Театральные портреты | страница 110
{181} М. В. Дальский[152]
Мамонт Дальский, угодивший под трамвай и раздавленный насмерть, являет собой одну из самых характерных фигур русского сценического мира. И смерть его какая-то странная, необычная, и жизнь его была такая же. У буддистов есть учение о «Карме» — некоей сумме предсуществовании, определяющей судьбу. Это — то же, что библейские «грехи отцов на детях», но более тонкое, сложное и мистическое. Вот такая «Карма» вообще во всей семье Дальского. Сестра М. Дальского, Магдалина, красавица, даровитая актриса, кончившая так необыкновенно свою жизнь, со стрельбой, убийством, {182} тюрьмой и пр. Брат М. Дальского, Ланской, тоже не безызвестный актер, недавно убитый во время гражданской войны… И наконец трамвай! Подлинно: попал под колесницу жизни — и раздавлен!
Дальского я знал очень давно — во всяком случае, более четверти века. Помню его красивым молодым человеком с горящими глазами и пухлыми капризными губами. При всей бессмысленной изломанности характера, при всем великом беспутстве, в Дальском было и что-то детское: в губах! Как это ни неожиданно для многих, Дальский был способен к хорошим порывам, и душа его была далеко не мелкая.
Он себя именовал «анархистом», и по праву. Известная моральная неустойчивость, конечно, придавала его «анархизму» довольно своеобразный характер, но все же надо признать, что, действительно, его натура, его душа, его талант — были насквозь анархичны и гордо индивидуальны.
В труппе Александринского театра он не уживался. Его считали надменным, нахальным, дерзким. Да, все это было. Но я его знавал и видел нередко очень простым, очень мягким и очень податливым. К нему надо было уметь подойти. К нему, однако, никто за всю его жизнь не сумел подойти и раздуть огромные возможности этой далеко не ординарной личности.
Он таил в себе громадные силы, и не следует судить о Дальском по последним годам, когда загастролировавшийся, опустившийся, «окречинившийся», так сказать, он громыхал своим трагическим баритоном, выставляя на вид плохую методу игры и малые остатки великого вдохновения.
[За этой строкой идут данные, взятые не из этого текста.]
import { describe, it, expect, beforeAll, afterAll } from 'vitest';
import { QueryTypes } from 'sequelize';
import { request as httpRequest } from 'node:http';
import { mean as ssMean, sampleStandardDeviation as ssSd } from 'simple-statistics';
import { signedIn, DEMO, BASE, type Client } from '../helpers/http';
import { demoReportItems } from '../helpers/documents';
import { pdftext } from '../helpers/pdf';
import { db, closeDb } from '../../src/lib/server/db';
import { demoCsv } from '../../src/lib/server/blank-reports/demo';
import { COLUMNS, METHOD_VERSION } from '../../src/lib/domain/blank-report';
import { LIMITATIONS } from '../../src/lib/domain/blanks';
import { mistype } from '../helpers/registry';

const sq = db();
let fennick: Client;
let marrow: Client;
let sample: string;
let blank: string;
let witness: string;
const HEADER = COLUMNS.join(',');

const counts = async () =>
	(await sq.query<{ d: string; r: string; w: string }>(
		'SELECT (SELECT count(*) FROM documents) AS d, (SELECT count(*) FROM blank_control_reports) AS r, (SELECT count(*) FROM blank_control_rows) AS w',
		{ type: QueryTypes.SELECT }
	))[0];

/** Sends on a connection of its own that is not reused: a refusal before the body is read may close it. */
function sendAlone(c: Client, body: string): Promise<{ status: number; body: any }> {
	return new Promise((resolve, reject) => {
		const url = new URL(`${BASE}/api/blank-control-reports?title=big&name=big.csv`);
		const req = httpRequest(url, { method: 'POST', agent: false, headers: { origin: BASE, cookie: c.cookie!, 'content-type': 'text/csv', 'content-length': Buffer.byteLength(body) } }, (res) => {
			let text = '';
			res.on('data', (d) => (text += d));
			res.on('end', () => resolve({ status: res.statusCode!, body: JSON.parse(text) }));
		});
		req.on('error', (e) => ((e as NodeJS.ErrnoException).code === 'EPIPE' || (e as NodeJS.ErrnoException).code === 'ECONNRESET' ? null : reject(e)));
		req.end(body);
	});
}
Среди русских драматических актеров я не знал ни одного с таким мощным драматическим темпераментом. Был еще Горев — и то в своей {183} молодости, — но Горев был более лиричен — «любовник», а не «герой». Дальский же был чистокровный драматический герой.
В одной из своих рецензий я определил Дальского, как «жестокий талант», взяв этот эпитет у Михайловского из статьи его о Достоевском. Дальскому это выражение очень понравилось, и он меня особо за это определение благодарил. Я хотел сказать этим эпитетом, что Дальскому очень удаются на сцене характеры не столько мучеников, — ибо мученики пассивны, — сколько мучителей, а главное, беспощадных и властных людей. Но Дальскому это нравилось с другой стороны. Он склонен, кажется, был толковать «жестокость» в том смысле, в каком она понимается старинными куплетами: «Что на свете прежестоко? Прежестока есть любовь!» Ему нравилось, что он внушал, так сказать, «трепет». В нем жила душа какого-нибудь деда или прадеда, бретера и задиры, александрийского гусара и кавалерийского ремонтера, грозы ярмарочных понтеров и сентиментальных губернских дам. И на сцене Дальский был очень хорош, когда бывал грозен. Но грозность его, однако, была не сухая, а пламенная, и «жестокость» тоже была не злобная, а обжигающая.